**EXERCISE AIM**
From the listing below, copy only the lines from the line that contains "non-empty string or" to the line that contains "if not isinstance(value, str)", counting those two lines as part of the copy.

**DATA EXTRACTS**
"""Ingest settings: one frozen, JSON-able record of how a file was read (the store keeps it)."""

from __future__ import annotations

import os
from dataclasses import asdict, dataclass, fields

from panel.data import PERIODS_PER_YEAR
from panel.ingest.errors import IngestError

_CHOICES = {
    "layout": (None, "wide", "long"),
    "units": (None, "decimal", "percent"),
    "returns": ("simple", "log"),
    "on_short": ("drop", "refuse"),
    "frequency": (None, *PERIODS_PER_YEAR),
}


@dataclass(frozen=True)
class IngestOptions:
    """How to read a return file.  Every field has a safe default (see ``read_panel``).

    layout : None | "wide" | "long"
        None auto-detects (rule in :mod:`panel.ingest.layout`).
    date_col : str or None
        Name of the date column; None takes a column named ``date`` (any case), else the
        first column.
    asset_col, value_col : str
        Column names of a long file (matched case-insensitively).
    date_format : str or None
        strftime format of the dates (e.g. ``"%d/%m/%Y"``); None accepts ISO-8601 dates
        (``2020-01-31``, ``2020-01``, ``2020``), ``YYYYMMDD``, ``YYYYMM`` and ``2020Q1``.
    delimiter : str or None
        CSV field separator; None picks the first of ``, ; TAB |`` found in the header line.
    units : None | "decimal" | "percent"
        Units of the returns and of the risk-free rate in the file (0.01 decimal = 1 percent).
        None infers them and refuses ambiguous data (rule in :mod:`panel.ingest.units`).
    returns : "simple" | "log"
        How the input returns are compounded; recorded as ``Panel.returns``.
    total_returns : bool
        True: the file holds total returns and ``risk_free`` gives the rate to subtract.
    risk_free : str or None
        A column of the same file, or the path of a file with a date column and one rate column.
        Rates are simple per-period rates in the same units as the returns; implausible levels
        (an annual rate, percent beside decimal) are refused (rules in :mod:`panel.ingest.riskfree`).
    min_obs : int
        Fewest non-missing observations an asset needs (default 24).
    on_short : "drop" | "refuse"
        What to do with an asset below ``min_obs``: drop it with a warning, or refuse the file.
    min_assets : int
        Fewest usable assets (the caller passes 2 for a model with common factors).
    allow_extreme : bool
        Accept per-period returns beyond +-100% (|r| > 1.0 decimal), and risk-free rates whose
        median exceeds 20% a year (with a warning).
    frequency : None | "B" | "W" | "M" | "Q" | "A"
        None infers it from the dates (rule in :mod:`panel.ingest.frequency`).
    """

    layout: str | None = None
    date_col: str | None = None
    asset_col: str = "asset"
    value_col: str = "value"
    date_format: str | None = None
    delimiter: str | None = None
    units: str | None = None
    returns: str = "simple"
    total_returns: bool = False
    risk_free: str | None = None
    min_obs: int = 24
    on_short: str = "drop"
    min_assets: int = 1
    allow_extreme: bool = False
    frequency: str | None = None

    def __post_init__(self):
        for name, allowed in _CHOICES.items():
            value = getattr(self, name)
            if value not in allowed:
                choices = ", ".join(repr(a) for a in allowed)
                raise IngestError(f"option {name}={value!r} is not one of {choices}")
        if isinstance(self.risk_free, os.PathLike):
            object.__setattr__(self, "risk_free", os.fspath(self.risk_free))
        for name in ("date_col", "date_format", "delimiter", "risk_free"):
            value = getattr(self, name)
            if value is not None and (not isinstance(value, str) or not value.strip()):
                raise IngestError(f"option {name}={value!r} must be a non-empty string or None")
        for name in ("asset_col", "value_col"):
            value = getattr(self, name)
            if not isinstance(value, str) or not value.strip():
                raise IngestError(f"option {name}={value!r} must be a non-empty string")
        if self.delimiter is not None and len(self.delimiter) != 1:
            raise IngestError(f"option delimiter={self.delimiter!r} must be one character")
        for name, low in (("min_obs", 1), ("min_assets", 1)):
            value = getattr(self, name)
            if isinstance(value, bool) or not isinstance(value, int) or value < low:
                raise IngestError(f"option {name}={value!r} must be an integer >= {low}")
        for name in ("total_returns", "allow_extreme"):
            if not isinstance(getattr(self, name), bool):
                raise IngestError(f"option {name}={getattr(self, name)!r} must be True or False")
        if self.risk_free is not None and not self.total_returns:
            raise IngestError(f"option risk_free={self.risk_free!r} is given but "
                              "total_returns=False says the file already holds excess returns; "
                              "pass total_returns=True (CLI --total-returns) or drop risk_free")
        if self.total_returns and self.risk_free is None:
            raise IngestError("total_returns=True needs a risk-free rate: pass "
                              "risk_free='<column>' or risk_free='<file with date and rate>' "
                              "(CLI --risk-free)")

    def to_dict(self) -> dict:
        """The settings as a JSON-able dict (str, int, bool, None values only)."""
        return asdict(self)

    @classmethod
    def from_dict(cls, data: dict) -> "IngestOptions":
        """Inverse of :meth:`to_dict`; unknown keys are refused."""
        known = {f.name for f in fields(cls)}
        unknown = sorted(set(data) - known)
        if unknown:
            raise IngestError(f"unknown ingest option(s) {', '.join(unknown)}; known: "
                              f"{', '.join(sorted(known))}")
        return cls(**data)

**SOLUTION TO THIS TASK**
                raise IngestError(f"option {name}={value!r} must be a non-empty string or None")
        for name in ("asset_col", "value_col"):
            value = getattr(self, name)
            if not isinstance(value, str) or not value.strip():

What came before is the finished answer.